In 2007 the event was held with a modified route that did not circumnavigate Mount Rainier. The modified route was necessary due to the closure and severe damage to many roads in and near the park from the heavy rains during the Fall of 2006. In 2008 the Redmond Cycling Club moved back to the traditional route for the 25th anniversary of the event. The 2009 edition also featured a modified course due to a washout on Stevens Canyon Road. The 2020 and 2021 editions of the event were cancelled due to the COVID-19 pandemic and road construction around the park.

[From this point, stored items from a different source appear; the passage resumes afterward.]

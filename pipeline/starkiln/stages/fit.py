"""From stars to posterior draws, a block at a time."""

from __future__ import annotations

from collections.abc import Iterator
from dataclasses import dataclass

import numpy as np
from numpy.typing import NDArray

from starkiln.inference.arithmetic import HALF_LN_2PI, log_array
from starkiln.inference.ensemble import PATIENCE, Draws, Start, Stopping, chain_bytes, sample_blocks
from starkiln.inference.posterior import LN_HEAT_K, Block
from starkiln.inference.start import Modes, find_modes
from starkiln.inference.streams import star_streams
from starkiln.settings import Settings
from starkiln.stages.model import LN_RSUN_PC, FitModel
from starkiln.stages.stars import Stars

MEMORY_SHARE = 0.3  # of a worker's memory that a block's chains may take
LARGEST_BLOCK = 256


@dataclass(frozen=True)
class Fitted:
    """Stars that have been sampled together and finished together.

    Attributes
    ----------
    block
        The data of the finished stars, in the order of ``draws``, whose ``stars`` are their places among all.
    """

    block: Block
    draws: Draws


def block_stars(settings: Settings) -> int:
    """Return how many stars to sample together, by the memory of a worker."""
    one = chain_bytes(PATIENCE, settings.sampling.walkers, 4)
    return int(np.clip(MEMORY_SHARE * settings.compute.memory_per_worker_bytes / one, 1, LARGEST_BLOCK))


def fit(stars: Stars, model: FitModel, settings: Settings) -> Iterator[Fitted]:
    """Sample every star, yielding those that finish together."""
    stopping = Stopping(settings.sampling.effective_samples, settings.sampling.max_steps)
    memory_bytes = MEMORY_SHARE * settings.compute.memory_per_worker_bytes
    starts = _starts(stars, model, settings)
    for block, draws in sample_blocks(
        starts, model.grid, model.prior, settings.sampling.walkers, stopping, memory_bytes
    ):
        yield Fitted(block, draws)


def _starts(stars: Stars, model: FitModel, settings: Settings) -> Iterator[Start]:
    size = block_stars(settings)
    for first in range(0, len(stars), size):
        some = stars.take(slice(first, first + size))
        block, modes = start_block(some, model, settings)
        yield Start(block, modes, star_streams(some.ids, settings.run.seed, b"photometry"))


def start_block(stars: Stars, model: FitModel, settings: Settings) -> tuple[Block, Modes]:
    """Return the block of some stars and the peaks of their posteriors; giants get wider factors."""
    block = pack_block(stars, model, settings)
    modes = find_modes(block, model.grid, model.prior)
    if model.departures is not None:
        scale = factor_scale(stars, modes)
        giants = np.flatnonzero(scale > 1.0)
        if len(giants):
            block = block._replace(factor_scale=scale)
            for mine, theirs in zip(modes, find_modes(block.take(giants), model.grid, model.prior), strict=True):
                mine[giants] = theirs
    return block, modes


def factor_scale(stars: Stars, modes: Modes) -> NDArray[np.float64]:
    """Return by how much the factors and the scatter of dwarfs are widened for each star: twice for cool giants.

    A giant is a star above 2.5 solar radii below 7000 K; the step is drawn out from 2 to 3 radii and from 7500 to
    6500 K. The radius is that of the first peak at the distance itself, which must be known to a third: without it a
    star counts as a dwarf.
    """
    ln_teff = LN_HEAT_K - log_array(modes.coords[:, 0, 0])
    with np.errstate(invalid="ignore", divide="ignore", over="ignore"):
        parallax_pc = np.where(stars.parallax_mas > 3.0 * stars.parallax_error_mas, 1e3 / stars.parallax_mas, np.nan)
        distance_pc = np.where(stars.distance_pc > 3.0 * stars.distance_error_pc, stars.distance_pc, parallax_pc)
        ln_radius = np.log(distance_pc) + 0.5 * (modes.coords[:, 0, 1] - ln_teff) - LN_RSUN_PC
    return giant_scale(np.exp(ln_teff), np.nan_to_num(np.exp(np.minimum(ln_radius, 5.0)), nan=0.0))


def giant_scale(teff_k: NDArray[np.float64], radius_rsun: NDArray[np.float64]) -> NDArray[np.float64]:
    """Return how much wider than a dwarf's the factors of a star of this temperature and radius are: 1 to 2."""
    large = np.clip(radius_rsun - 2.0, 0.0, 1.0)
    cool = np.clip((7500.0 - teff_k) / 1000.0, 0.0, 1.0)
    return np.asarray(1.0 + large * cool)


def pack_block(stars: Stars, model: FitModel, settings: Settings) -> Block:
    """Arrange stars as the kernels read them: each star's usable bands first, fluxes in units of their errors."""
    order = np.argsort(~stars.usable, axis=1, kind="stable")

    def packed(values: np.ndarray) -> np.ndarray:
        return np.ascontiguousarray(np.take_along_axis(values, order, axis=1))

    error_jy, limit, usable = packed(stars.error_jy), packed(stars.limit), packed(stars.usable)
    measured = usable & ~limit
    prior = settings.model.extinction.prior
    inverse_variance, rate = np.zeros(len(stars)), np.zeros(len(stars))
    if prior in ("half-normal", "gaussian"):
        inverse_variance = stars.av_scale**-2.0
    elif prior == "exponential":
        rate = 1.0 / stars.av_scale
    terms = np.where(measured, -log_array(error_jy) - HALF_LN_2PI, 0.0)
    log_norm = np.zeros(len(stars))
    for column in terms.T:
        log_norm += column
    return Block(
        n_bands=usable.sum(axis=1),
        band=order,
        scaled_flux=packed(stars.flux_jy) / error_jy,
        inverse_error=1.0 / error_jy,
        floor=model.floor[order],
        limit=limit,
        av_mean=stars.av_mean,
        av_inverse_variance=inverse_variance,
        av_rate=rate,
        av_fixed=stars.av_mean,
        factor_scale=np.ones(len(stars)),
        log_norm=log_norm,
    )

Registration for the event is through a lottery system. The National Park Service's special use permit limits the number of riders to 800. Volunteering for the event is one way to secure a place in the subsequent year's RAMROD; other tickets are also auctioned off by local charities.

As of 2023, the course begins and ends at Enumclaw High School in Enumclaw, where riders are able to use showers and toilets; the ride itself begins at 5 a.m. The route generally includes sections of State Route 706 from Elbe to the Nisqually Entrance; Paradise Road and Stevens Canyon Road within the park; State Route 123 to Cayuse Pass; and State Route 410 to return to Enumclaw. Mount Rainier National Park remains open during the race, with motorists cautioned to drive slower around cyclists.

The 2025 route was moved to avoid the Paradise corridor, with bicyclists crossing Cayuse Pass and traveling through the Skate Pass bypass route. The 2026 event was canceled after a disagreement with Mount Rainier National Park officials over the permitted route; a request to use the Stevens Canyon corridor was denied due to congestion concerns.